Your task
Tally the lines of the entries in which the string "stdout" occurs, and say only how many.

Data shown
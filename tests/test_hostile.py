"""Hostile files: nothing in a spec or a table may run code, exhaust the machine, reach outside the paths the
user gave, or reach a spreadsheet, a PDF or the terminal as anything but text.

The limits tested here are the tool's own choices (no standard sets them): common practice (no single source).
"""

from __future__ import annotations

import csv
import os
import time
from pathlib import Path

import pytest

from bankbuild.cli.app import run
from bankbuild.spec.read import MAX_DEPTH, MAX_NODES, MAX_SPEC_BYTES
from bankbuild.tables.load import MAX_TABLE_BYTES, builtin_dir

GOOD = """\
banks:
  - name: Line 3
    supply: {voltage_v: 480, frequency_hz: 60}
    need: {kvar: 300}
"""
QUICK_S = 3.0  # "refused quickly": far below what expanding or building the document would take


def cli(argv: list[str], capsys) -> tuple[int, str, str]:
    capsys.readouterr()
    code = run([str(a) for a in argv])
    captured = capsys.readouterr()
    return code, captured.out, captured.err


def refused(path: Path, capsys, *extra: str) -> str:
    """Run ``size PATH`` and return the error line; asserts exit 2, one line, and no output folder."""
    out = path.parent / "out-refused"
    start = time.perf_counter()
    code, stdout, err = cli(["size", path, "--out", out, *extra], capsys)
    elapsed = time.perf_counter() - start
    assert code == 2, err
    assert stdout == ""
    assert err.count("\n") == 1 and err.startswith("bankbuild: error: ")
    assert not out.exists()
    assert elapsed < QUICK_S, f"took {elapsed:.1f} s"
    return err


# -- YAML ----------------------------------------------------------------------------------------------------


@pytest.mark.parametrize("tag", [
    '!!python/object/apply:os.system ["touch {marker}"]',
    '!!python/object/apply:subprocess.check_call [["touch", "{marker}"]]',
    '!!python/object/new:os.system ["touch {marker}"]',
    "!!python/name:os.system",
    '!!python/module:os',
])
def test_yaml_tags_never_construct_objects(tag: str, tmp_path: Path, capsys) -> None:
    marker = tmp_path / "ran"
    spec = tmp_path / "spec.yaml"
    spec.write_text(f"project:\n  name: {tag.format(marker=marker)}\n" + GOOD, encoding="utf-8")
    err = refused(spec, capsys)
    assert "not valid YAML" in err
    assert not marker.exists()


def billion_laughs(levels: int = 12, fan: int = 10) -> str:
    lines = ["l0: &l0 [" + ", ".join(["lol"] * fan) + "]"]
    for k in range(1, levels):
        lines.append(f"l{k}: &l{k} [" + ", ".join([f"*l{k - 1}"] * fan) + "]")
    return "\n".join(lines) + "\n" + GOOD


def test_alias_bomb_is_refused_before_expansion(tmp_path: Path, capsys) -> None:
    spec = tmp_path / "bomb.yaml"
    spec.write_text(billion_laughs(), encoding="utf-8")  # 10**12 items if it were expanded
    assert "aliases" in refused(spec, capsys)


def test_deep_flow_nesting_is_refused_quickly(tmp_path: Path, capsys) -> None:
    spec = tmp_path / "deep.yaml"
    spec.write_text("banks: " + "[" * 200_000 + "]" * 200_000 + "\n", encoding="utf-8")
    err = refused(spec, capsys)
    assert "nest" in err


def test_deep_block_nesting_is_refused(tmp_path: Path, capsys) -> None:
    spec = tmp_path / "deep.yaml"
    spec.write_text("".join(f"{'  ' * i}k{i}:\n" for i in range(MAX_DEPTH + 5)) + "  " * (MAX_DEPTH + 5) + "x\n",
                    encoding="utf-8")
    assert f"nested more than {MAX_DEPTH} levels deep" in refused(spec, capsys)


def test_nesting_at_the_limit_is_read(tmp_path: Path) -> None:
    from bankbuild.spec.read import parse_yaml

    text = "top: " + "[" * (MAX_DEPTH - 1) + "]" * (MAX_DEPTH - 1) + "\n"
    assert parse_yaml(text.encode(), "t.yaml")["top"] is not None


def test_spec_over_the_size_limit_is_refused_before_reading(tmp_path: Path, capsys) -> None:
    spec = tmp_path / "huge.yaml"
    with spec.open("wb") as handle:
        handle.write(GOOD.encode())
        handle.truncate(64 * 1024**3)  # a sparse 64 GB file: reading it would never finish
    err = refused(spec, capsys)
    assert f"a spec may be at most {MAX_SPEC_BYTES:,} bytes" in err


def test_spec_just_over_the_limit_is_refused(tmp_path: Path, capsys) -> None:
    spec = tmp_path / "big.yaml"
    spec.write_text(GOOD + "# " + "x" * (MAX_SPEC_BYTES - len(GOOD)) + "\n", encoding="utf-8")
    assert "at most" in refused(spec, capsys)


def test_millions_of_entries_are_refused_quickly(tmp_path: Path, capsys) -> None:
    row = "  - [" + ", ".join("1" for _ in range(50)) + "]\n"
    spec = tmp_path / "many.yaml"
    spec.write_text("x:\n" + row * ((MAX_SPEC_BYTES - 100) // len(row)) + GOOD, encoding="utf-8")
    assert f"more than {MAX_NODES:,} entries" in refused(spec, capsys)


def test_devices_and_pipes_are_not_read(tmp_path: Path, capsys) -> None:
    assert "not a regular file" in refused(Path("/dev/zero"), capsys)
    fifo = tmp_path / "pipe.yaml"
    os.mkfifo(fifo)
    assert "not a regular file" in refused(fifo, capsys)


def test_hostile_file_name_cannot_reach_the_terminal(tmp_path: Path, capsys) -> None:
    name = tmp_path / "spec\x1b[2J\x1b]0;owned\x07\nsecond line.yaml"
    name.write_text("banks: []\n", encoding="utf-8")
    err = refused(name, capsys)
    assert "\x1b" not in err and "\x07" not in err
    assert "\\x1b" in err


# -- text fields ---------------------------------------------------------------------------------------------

Completed exercise
2